Once the individual half-reactions are balanced, they are then recombined to form the balanced overall equation. Ensuring that the number of electrons lost in oxidation equals the number of electrons gained in reduction is key to maintaining the balance. Additional adjustments may be needed if multiple half-reactions are involved to equalize electron transfer between them.

Oxidation State

The oxidation state, also known as oxidation number, is a concept that helps in understanding the electron transfer processes in redox reactions. It is a measure of the degree of oxidation of an atom in a substance. Oxidation state can be thought of as the hypothetical charge that an atom would have if all its bonds to atoms of different elements were completely ionic. Oxidation states are essential for balancing redox reactions because they allow us to determine which atoms are oxidized and which are reduced.

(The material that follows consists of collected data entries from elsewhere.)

"""Scoring speed per network, and the restoration power flow against pandapower's runpp.

For each network: S samples of loads drawn around the base case (uniform +-10 % per load) and
predictions made from the base case's dispatch and voltage setpoints (perturbed +-3 % / +-0.01
p.u.), then the whole scorer core (raw metrics, restoration power flows, limit checks,
aggregation, bootstrap) is timed: samples per second. The reference cost of each sample is the
base dispatch's cost scaled with the total load (the timing does not depend on its value).

In the same run, pandapower's ``runpp`` (Newton-Raphson, same tolerance, reactive limits not
enforced) is timed on the first samples with the same setpoints against our restoration with the
``strict`` profile (no reactive-limit enforcement either), on a pandapower network built once by
:func:`pandapower_net`; the ratio of its median time per sample to ours is the restoration
speed-up. The largest voltage differences to pandapower and to PYPOWER's runpf (first 3 samples)
are recorded.

``pandapower_net`` builds a faithful case: ``from_ppc`` places a transformer's off-nominal tap on
its higher-voltage side, while the case data put it at the branch's from end, so every branch
with a tap whose from bus has the lower base voltage is written reversed first (exact: impedance
times tap squared, charging over tap squared, tap 1/tap, shift negated: the same admittance
matrix); ``runpp`` then runs with ``trafo_model="pi"`` (the case data's model; pandapower's
default "t" model splits the series impedance around the charging). Buses without a base voltage
get 100 kV. Loads with negative active power become static generators in the conversion and are
set there per sample. With this, pandapower's admittance matrix equals ours on ieee300 to 1e-13
(before: voltages up to 0.1 p.u. apart).

Reactive limits (section ``reactive_limits``): per network, the frozen ``test-id`` split's
reference setpoints with realistic error (``vm_pu`` + N(0, 1e-3) p.u., ``pg_mw`` x (1 + N(0,
1e-3))), the restoration timed with the ``strict`` profile and with ``reactive-limits``
(median of --repeat runs, per sample) and their ratio (target at most 1.5); the mean number of
generators held at a reactive limit; pandapower's ``runpp(enforce_q_lims=True)`` timed on the
first --pandapower samples and its ratio to ours (target at least 50), with the number of
samples where pandapower holds the same generators as we do and the largest voltage difference
on those (pandapower never returns a bus to PV, our rule does: docs/powerflow.md).

Scale (``--scale``, section ``scale`` of its own file ``score_scale.json``): the whole scorer core
(``score_arrays``) on --scale-samples synthetic samples of ``activsg2000`` built as above, with
the ``reactive-limits`` profile and with ``strict``, with 1 and 2 local worker processes. Each
run happens in a fresh child process (``--scale-child``), so nothing is cached from an earlier
run; the parent samples the resident memory of the child and of every process under it with
psutil every 20 ms (peak of the sum: the process tree's peak) and the child reports its own
``ru_maxrss`` and the largest one among its worker processes. Wall time is that of
``score_arrays`` alone (inputs built before the clock starts), and its CPU time (user + system,
of the child and its finished workers: what a shared machine's load does not inflate, so CPU
time / 2 estimates the 2-worker wall time on an idle 2-core machine); samples per second and, when
fewer than 10,000 samples ran, the time for 10,000 at the same rate (samples are independent
and solved in fixed chunks, so time grows linearly in the count). Target: 10,000 samples in
at most 60 s with 2 workers and at most 4 GB peak.

State (``--state``, section ``state`` of its own file ``score_state.json``): the same synthetic
samples of --state-network (built as above) scored by ``score_arrays`` three ways, interleaved
over --repeat rounds: on the intact network, with one branch out in every sample (one state: the
grouping's best case) and with a single outage per sample (a branch or a generator, drawn
uniformly from the network's allowed single outages with a seeded generator: many states, a few
samples each, the test-n1 case); samples per second (median) and the ratio of each to the
intact rate, 1 worker, the ``reactive-limits`` profile.

Usage: python benchmarks/score.py [--samples 10000] [--networks ieee14,ieee118] [--pandapower 30] [--quick]
       python benchmarks/score.py --scale [--scale-samples 10000[,N2,...]] [--scale-repeat 1]
       python benchmarks/score.py --scale --scale-against OTHER/src [--scale-repeat 3]
       python benchmarks/score.py --state [--state-network ieee118] [--state-samples 2000] [--repeat 3]
Writes benchmarks/results/score.json (or score_scale.json with --scale, score_scale_against.json
with --scale-against, score_state.json with --state). Medians of --repeat runs.

Against another version (``--scale-against``): the target configuration only, alternating fresh
runs of this code and of the flowgauge source folder given (``git worktree add ../base <commit>``
gives ``../base/src``); both must take the same Newton steps.
"""

from __future__ import annotations

import argparse
import json
import os
import platform
import resource
import statistics
import subprocess
import sys
import time
import warnings
from pathlib import Path

import flowgauge  # noqa: F401  (first: it pins OpenBLAS's and numpy's CPU level before numpy loads)
import numpy as np
from numpy.random import PCG64, Generator

from flowgauge import __version__
from flowgauge._io import atomic_write_text
from flowgauge.network import load_network, to_ppc, to_ppc_for_pandapower
from flowgauge import load_split
from flowgauge.scoring import (DEFAULT_PROFILE, REACTIVE_LIMITS_PROFILE, STRICT_PROFILE, generator_cost_per_h,
                               restore, score_arrays)

OUT = Path(__file__).parent / "results" / "score.json"
OUT_SCALE = Path(__file__).parent / "results" / "score_scale.json"
OUT_STATE = Path(__file__).parent / "results" / "score_state.json"
OUT_AGAINST = Path(__file__).parent / "results" / "score_scale_against.json"
SCALE_NETWORK = "activsg2000"
SCALE_TARGET = {"samples": 10000, "workers": 2, "seconds_at_most": 60.0, "peak_memory_bytes_at_most": 4e9}


def inputs(net, samples: int, seed: int):
    rng = Generator(PCG64(seed))
    scale = rng.uniform(0.9, 1.1, (samples, net.n_load))
    pd, qd = net.pd_mw * scale, net.qd_mvar * scale
    level = pd.sum(1) / net.pd_mw.sum()
    pg = net.pg_mw * level[:, None] * rng.uniform(0.97, 1.03, (samples, net.n_gen))
    vm = np.broadcast_to(net.vm_pu, (samples, net.n_bus)).copy()
    first = np.unique(net.gen_bus_idx, return_index=True)[1]
    vm[:, net.gen_bus_idx[first]] = net.vg_pu[first] + rng.uniform(-0.01, 0.01, (samples, first.size))
    ref = generator_cost_per_h(net.pg_mw[None], cost_c2=net.cost_c2, cost_c1=net.cost_c1,
                               cost_c0=net.cost_c0)[0] * level
    return pd, qd, pg, vm, ref


def time_scoring(net, samples: int, repeat: int, seed: int, workers: int) -> dict:
    pd, qd, pg, vm, ref = inputs(net, samples, seed)
    sid = np.arange(samples)
    times = []
    for _ in range(repeat):
        t0 = time.perf_counter()
        agg, _ = score_arrays(net, sample_id=sid, pd_mw=pd, qd_mvar=qd, reference_cost_per_h=ref, pg_mw=pg,
                              vm_pu=vm, profile=DEFAULT_PROFILE, workers=workers)
        times.append(time.perf_counter() - t0)
    med = statistics.median(times)
    return {"samples": samples, "workers": workers, "seconds_median": med, "samples_per_second": samples / med,
            "restoration_failure_rate": agg["restoration_failure_rate"],
            "restoration_diverged_share": agg["restoration_failure_causes"]["diverged"]}


def pandapower_net(net):
    from pandapower.converter.pypower import from_ppc

    with warnings.catch_warnings():
        warnings.simplefilter("ignore")
        return from_ppc(to_ppc_for_pandapower(net), f_hz=60, validate_conversion=False)


class PandapowerCase:
    """A pandapower network of ``net`` whose loads and setpoints are set per sample."""

    def __init__(self, net, pd, qd):
        import logging

        logging.getLogger("pandapower").setLevel(logging.ERROR)
        self.net, self.pn = net, pandapower_net(net)
        load = np.zeros((net.n_bus, net.n_load))
        load[net.load_bus_idx, np.arange(net.n_load)] = 1.0
        self.pd_bus, self.qd_bus = pd @ load.T, qd @ load.T  # loads summed per bus, as to_ppc does
        self.load_bus = net.bus_index(self.pn.load.bus.to_numpy())  # pandapower indexes buses by id
        self.sgen_bus = net.bus_index(self.pn.sgen.bus.to_numpy())  # negative loads
        ref_bus = set(net.ref_idx.tolist())
        self.gen_rows = np.array([g for g in range(net.n_gen) if net.gen_bus_idx[g] not in ref_bus])
        self.ext_bus = net.bus_index(self.pn.ext_grid.bus.to_numpy())

    def run(self, k, pg, vm, enforce_q_lims: bool) -> float:
        import pandapower as pp

        pn, net = self.pn, self.net
        pn.load["p_mw"] = self.pd_bus[k, self.load_bus]
        pn.load["q_mvar"] = self.qd_bus[k, self.load_bus]
        pn.sgen["p_mw"] = -self.pd_bus[k, self.sgen_bus]
        pn.sgen["q_mvar"] = -self.qd_bus[k, self.sgen_bus]
        pn.gen["p_mw"] = pg[k, self.gen_rows]
        pn.gen["vm_pu"] = vm[k, net.gen_bus_idx[self.gen_rows]]
        pn.ext_grid["vm_pu"] = vm[k, self.ext_bus]
        t0 = time.perf_counter()
        pp.runpp(pn, algorithm="nr", tolerance_mva=1e-8 * net.base_mva, max_iteration=20,
                 enforce_q_lims=enforce_q_lims, init="dc", calculate_voltage_angles=True, numba=False,
                 trafo_model="pi")
        return time.perf_counter() - t0

    def vm_pu(self) -> np.ndarray:
        return self.pn.res_bus.vm_pu.loc[self.net.bus_id].to_numpy()

    def held(self) -> np.ndarray:
        """+1 / -1 per non-reference generator that pandapower holds at its maximum / minimum."""
        q = self.pn.res_gen.q_mvar.to_numpy()
        hi = np.abs(q - self.pn.gen.max_q_mvar.to_numpy()) < 1e-6
        lo = np.abs(q - self.pn.gen.min_q_mvar.to_numpy()) < 1e-6
        return np.where(hi, 1, np.where(lo, -1, 0))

Changes in oxidation state through a reaction indicate the loss or gain of electrons by different elements. For instance, an increase in oxidation state signifies oxidation while a decrease points to reduction. By following the changes in oxidation states, you can effectively apply the half-reaction method to balance equations. Moreover, they play a crucial role in identifying the species that must be balanced for charge using electrons during the balancing process.

Stoichiometry

Stoichiometry is the area of chemistry that pertains to the relative quantities of reactants and products in chemical reactions. It is based on the conservation of mass and the principle that each element must have the same number of atoms on both sides of a chemical equation. Stoichiometry involves calculations that use the relationships between reactants and products in a balanced chemical equation.

In the context of redox reactions, stoichiometry is crucial because it requires the number of atoms and the charge to be balanced on both sides of the equation. This means that along with the species' changes in oxidation states, it's equally important to ensure that the physical quantities (the stoichiometric coefficients) of all reactants and products are accounted for. Correct stoichiometry is vital for preparing reactions in the lab, where precise amounts of substances are crucial, and in industry for scaling up reactions for manufacturing processes.